**WHAT YOU WILL DO:**
Your answer should be only the lines below from the one with "one of these" to the one with "if not 0.0 <", repeated exactly, ends included.

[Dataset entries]
Start of Block
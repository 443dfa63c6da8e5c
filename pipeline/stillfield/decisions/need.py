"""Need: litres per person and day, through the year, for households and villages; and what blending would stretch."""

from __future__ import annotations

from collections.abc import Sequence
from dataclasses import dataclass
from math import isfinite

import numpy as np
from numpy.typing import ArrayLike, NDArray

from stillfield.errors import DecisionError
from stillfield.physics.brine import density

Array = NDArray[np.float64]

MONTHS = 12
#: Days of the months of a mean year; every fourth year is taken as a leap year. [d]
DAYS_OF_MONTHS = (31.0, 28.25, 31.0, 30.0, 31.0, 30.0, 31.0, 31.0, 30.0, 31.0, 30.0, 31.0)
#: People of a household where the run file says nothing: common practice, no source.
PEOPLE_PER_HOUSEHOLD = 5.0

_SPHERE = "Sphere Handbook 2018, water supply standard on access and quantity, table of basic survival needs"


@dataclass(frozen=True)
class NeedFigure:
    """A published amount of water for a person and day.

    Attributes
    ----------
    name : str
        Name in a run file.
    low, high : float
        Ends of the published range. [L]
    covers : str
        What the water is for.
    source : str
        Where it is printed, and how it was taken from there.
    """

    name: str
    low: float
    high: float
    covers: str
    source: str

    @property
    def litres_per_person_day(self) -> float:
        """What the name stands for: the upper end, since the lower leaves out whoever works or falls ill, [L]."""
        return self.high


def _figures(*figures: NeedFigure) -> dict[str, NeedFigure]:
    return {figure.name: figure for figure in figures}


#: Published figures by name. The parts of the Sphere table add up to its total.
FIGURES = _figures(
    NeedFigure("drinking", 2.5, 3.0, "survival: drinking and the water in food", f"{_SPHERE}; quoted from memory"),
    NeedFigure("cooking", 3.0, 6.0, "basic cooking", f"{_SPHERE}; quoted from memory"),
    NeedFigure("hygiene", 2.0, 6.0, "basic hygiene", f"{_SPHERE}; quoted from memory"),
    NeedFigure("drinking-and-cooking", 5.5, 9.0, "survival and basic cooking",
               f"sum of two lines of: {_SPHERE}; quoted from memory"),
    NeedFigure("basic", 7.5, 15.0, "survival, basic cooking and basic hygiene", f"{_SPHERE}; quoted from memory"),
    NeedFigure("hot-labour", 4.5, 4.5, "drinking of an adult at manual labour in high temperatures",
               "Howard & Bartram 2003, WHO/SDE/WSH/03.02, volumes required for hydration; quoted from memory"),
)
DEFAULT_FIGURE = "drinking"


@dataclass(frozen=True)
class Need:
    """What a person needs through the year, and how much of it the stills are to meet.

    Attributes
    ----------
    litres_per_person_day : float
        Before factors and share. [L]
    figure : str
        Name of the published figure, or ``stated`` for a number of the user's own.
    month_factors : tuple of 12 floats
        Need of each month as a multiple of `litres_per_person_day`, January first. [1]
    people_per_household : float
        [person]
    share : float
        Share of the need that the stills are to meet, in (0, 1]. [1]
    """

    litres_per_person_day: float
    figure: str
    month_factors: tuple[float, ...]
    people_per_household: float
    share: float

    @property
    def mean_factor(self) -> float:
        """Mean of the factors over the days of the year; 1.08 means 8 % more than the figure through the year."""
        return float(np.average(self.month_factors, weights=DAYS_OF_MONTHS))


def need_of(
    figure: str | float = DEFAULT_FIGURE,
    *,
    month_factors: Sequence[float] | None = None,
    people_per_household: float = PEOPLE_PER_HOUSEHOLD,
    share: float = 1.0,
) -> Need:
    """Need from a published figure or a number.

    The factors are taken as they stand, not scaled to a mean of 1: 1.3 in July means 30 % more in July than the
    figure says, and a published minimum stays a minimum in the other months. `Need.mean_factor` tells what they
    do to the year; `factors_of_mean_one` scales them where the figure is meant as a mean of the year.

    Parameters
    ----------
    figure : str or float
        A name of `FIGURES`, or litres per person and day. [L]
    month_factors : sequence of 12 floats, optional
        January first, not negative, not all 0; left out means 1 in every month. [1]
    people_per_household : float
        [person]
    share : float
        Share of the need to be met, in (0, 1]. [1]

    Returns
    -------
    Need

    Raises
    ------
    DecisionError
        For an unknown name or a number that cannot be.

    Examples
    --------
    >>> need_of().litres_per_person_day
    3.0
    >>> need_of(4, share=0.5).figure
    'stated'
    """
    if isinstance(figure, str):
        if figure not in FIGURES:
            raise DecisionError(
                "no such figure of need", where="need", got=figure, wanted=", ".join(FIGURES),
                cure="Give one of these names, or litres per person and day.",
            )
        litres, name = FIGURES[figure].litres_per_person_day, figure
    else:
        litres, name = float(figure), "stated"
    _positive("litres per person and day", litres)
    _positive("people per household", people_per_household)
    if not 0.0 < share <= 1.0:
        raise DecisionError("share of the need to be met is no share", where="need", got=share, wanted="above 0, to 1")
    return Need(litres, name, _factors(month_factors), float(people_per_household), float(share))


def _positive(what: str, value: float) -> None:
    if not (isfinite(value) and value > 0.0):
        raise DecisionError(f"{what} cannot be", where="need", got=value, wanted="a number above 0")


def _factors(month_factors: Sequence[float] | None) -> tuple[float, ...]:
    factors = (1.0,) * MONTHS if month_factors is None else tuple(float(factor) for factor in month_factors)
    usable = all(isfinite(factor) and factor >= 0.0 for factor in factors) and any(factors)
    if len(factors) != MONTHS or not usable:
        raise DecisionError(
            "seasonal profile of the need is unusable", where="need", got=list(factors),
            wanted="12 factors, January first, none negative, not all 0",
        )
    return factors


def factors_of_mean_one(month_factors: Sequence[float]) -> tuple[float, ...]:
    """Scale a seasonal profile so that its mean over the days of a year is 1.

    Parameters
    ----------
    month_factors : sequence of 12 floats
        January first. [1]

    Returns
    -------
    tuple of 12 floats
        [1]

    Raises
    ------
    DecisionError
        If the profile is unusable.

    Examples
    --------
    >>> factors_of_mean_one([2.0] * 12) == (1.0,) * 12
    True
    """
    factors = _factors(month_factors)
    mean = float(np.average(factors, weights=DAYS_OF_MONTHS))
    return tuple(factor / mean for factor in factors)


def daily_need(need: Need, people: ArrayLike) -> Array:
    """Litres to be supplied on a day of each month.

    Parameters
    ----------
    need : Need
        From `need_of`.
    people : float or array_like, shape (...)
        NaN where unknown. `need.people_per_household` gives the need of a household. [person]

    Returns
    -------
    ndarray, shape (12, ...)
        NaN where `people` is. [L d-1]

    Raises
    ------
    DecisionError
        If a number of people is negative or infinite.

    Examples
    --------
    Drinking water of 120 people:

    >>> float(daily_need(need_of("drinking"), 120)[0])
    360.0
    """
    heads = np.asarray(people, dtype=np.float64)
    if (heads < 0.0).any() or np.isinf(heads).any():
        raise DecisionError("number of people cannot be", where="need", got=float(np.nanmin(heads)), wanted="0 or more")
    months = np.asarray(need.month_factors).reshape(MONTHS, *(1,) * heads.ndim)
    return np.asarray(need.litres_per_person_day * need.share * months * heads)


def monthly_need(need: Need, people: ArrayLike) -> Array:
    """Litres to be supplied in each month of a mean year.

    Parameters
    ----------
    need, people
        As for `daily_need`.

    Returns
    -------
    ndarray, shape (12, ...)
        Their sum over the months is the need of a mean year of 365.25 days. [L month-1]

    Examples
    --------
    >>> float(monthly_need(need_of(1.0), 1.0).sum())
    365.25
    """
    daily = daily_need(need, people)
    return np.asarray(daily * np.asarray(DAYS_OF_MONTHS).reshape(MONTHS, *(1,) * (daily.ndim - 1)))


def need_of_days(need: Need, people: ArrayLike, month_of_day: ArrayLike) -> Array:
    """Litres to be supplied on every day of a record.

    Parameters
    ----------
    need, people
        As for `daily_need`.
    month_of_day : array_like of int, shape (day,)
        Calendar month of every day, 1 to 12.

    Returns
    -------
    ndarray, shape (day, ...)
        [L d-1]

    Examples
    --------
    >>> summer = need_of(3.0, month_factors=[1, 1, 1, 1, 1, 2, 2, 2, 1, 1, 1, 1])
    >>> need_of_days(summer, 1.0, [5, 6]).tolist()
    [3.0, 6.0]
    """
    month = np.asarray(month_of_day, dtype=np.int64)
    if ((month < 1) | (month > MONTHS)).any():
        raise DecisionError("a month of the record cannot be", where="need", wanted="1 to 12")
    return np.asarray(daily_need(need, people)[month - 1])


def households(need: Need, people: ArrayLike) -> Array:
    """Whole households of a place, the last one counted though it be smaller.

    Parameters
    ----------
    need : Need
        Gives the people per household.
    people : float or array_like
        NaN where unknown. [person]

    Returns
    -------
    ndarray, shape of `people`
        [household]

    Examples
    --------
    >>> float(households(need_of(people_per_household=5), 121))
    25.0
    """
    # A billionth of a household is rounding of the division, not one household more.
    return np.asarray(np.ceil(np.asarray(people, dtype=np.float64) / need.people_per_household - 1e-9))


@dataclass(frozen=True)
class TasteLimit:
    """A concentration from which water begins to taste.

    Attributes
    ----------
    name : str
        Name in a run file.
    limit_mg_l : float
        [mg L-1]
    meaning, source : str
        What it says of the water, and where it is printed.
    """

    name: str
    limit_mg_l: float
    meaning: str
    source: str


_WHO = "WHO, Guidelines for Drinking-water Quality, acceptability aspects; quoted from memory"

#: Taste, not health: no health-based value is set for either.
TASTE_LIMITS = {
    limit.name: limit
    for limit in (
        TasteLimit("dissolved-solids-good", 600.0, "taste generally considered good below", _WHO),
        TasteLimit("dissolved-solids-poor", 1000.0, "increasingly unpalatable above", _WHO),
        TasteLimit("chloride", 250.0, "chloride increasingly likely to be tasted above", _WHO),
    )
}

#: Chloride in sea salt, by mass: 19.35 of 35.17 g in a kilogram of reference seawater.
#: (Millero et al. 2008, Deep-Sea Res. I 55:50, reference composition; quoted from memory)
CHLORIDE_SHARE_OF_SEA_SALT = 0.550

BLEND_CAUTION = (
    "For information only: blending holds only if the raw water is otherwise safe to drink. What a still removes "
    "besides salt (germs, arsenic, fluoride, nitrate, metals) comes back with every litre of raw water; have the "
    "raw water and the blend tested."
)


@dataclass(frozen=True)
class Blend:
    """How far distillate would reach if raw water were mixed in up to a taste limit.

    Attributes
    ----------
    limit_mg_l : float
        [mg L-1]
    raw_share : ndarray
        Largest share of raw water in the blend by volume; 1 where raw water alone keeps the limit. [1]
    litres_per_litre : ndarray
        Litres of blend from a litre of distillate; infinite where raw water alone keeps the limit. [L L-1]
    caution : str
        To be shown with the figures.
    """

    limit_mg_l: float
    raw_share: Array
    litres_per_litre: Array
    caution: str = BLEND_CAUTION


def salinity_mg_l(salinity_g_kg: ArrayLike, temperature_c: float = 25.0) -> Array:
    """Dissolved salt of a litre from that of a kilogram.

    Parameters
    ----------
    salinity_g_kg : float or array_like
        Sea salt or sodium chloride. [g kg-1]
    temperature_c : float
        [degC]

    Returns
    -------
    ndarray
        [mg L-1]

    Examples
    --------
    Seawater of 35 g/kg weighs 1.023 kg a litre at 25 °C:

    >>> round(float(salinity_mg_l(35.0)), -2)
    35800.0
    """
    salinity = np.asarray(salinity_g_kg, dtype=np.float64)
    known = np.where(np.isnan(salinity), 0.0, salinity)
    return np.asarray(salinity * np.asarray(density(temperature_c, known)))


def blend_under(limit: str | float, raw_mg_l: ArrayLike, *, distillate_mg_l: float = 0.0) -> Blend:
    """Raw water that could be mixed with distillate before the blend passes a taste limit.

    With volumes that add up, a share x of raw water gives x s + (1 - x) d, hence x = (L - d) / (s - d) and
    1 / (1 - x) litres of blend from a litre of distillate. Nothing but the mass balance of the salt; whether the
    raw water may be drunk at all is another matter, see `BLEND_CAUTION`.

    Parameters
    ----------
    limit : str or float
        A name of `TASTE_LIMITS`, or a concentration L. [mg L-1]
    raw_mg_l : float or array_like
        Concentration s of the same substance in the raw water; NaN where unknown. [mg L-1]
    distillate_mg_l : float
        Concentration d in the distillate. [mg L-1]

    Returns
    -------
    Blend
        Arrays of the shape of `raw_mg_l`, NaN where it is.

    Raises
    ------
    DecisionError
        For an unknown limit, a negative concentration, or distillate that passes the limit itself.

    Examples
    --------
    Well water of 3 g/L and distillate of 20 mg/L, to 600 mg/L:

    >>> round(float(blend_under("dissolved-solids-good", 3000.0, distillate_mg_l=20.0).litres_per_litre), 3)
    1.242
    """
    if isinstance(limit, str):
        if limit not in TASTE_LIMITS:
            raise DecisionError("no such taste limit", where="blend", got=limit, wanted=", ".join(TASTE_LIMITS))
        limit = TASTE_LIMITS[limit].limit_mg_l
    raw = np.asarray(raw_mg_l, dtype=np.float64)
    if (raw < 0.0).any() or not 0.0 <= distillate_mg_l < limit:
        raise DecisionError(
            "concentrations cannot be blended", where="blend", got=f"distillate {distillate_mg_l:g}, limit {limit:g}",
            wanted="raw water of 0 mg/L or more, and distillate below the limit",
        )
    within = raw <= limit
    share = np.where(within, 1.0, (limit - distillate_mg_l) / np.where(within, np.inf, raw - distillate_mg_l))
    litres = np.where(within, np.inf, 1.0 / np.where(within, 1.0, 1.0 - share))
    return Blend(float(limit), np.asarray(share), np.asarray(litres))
End of Block
**SOLUTION FOR THIS PROBLEM:**
                cure="Give one of these names, or litres per person and day.",
            )
        litres, name = FIGURES[figure].litres_per_person_day, figure
    else:
        litres, name = float(figure), "stated"
    _positive("litres per person and day", litres)
    _positive("people per household", people_per_household)
    if not 0.0 < share <= 1.0:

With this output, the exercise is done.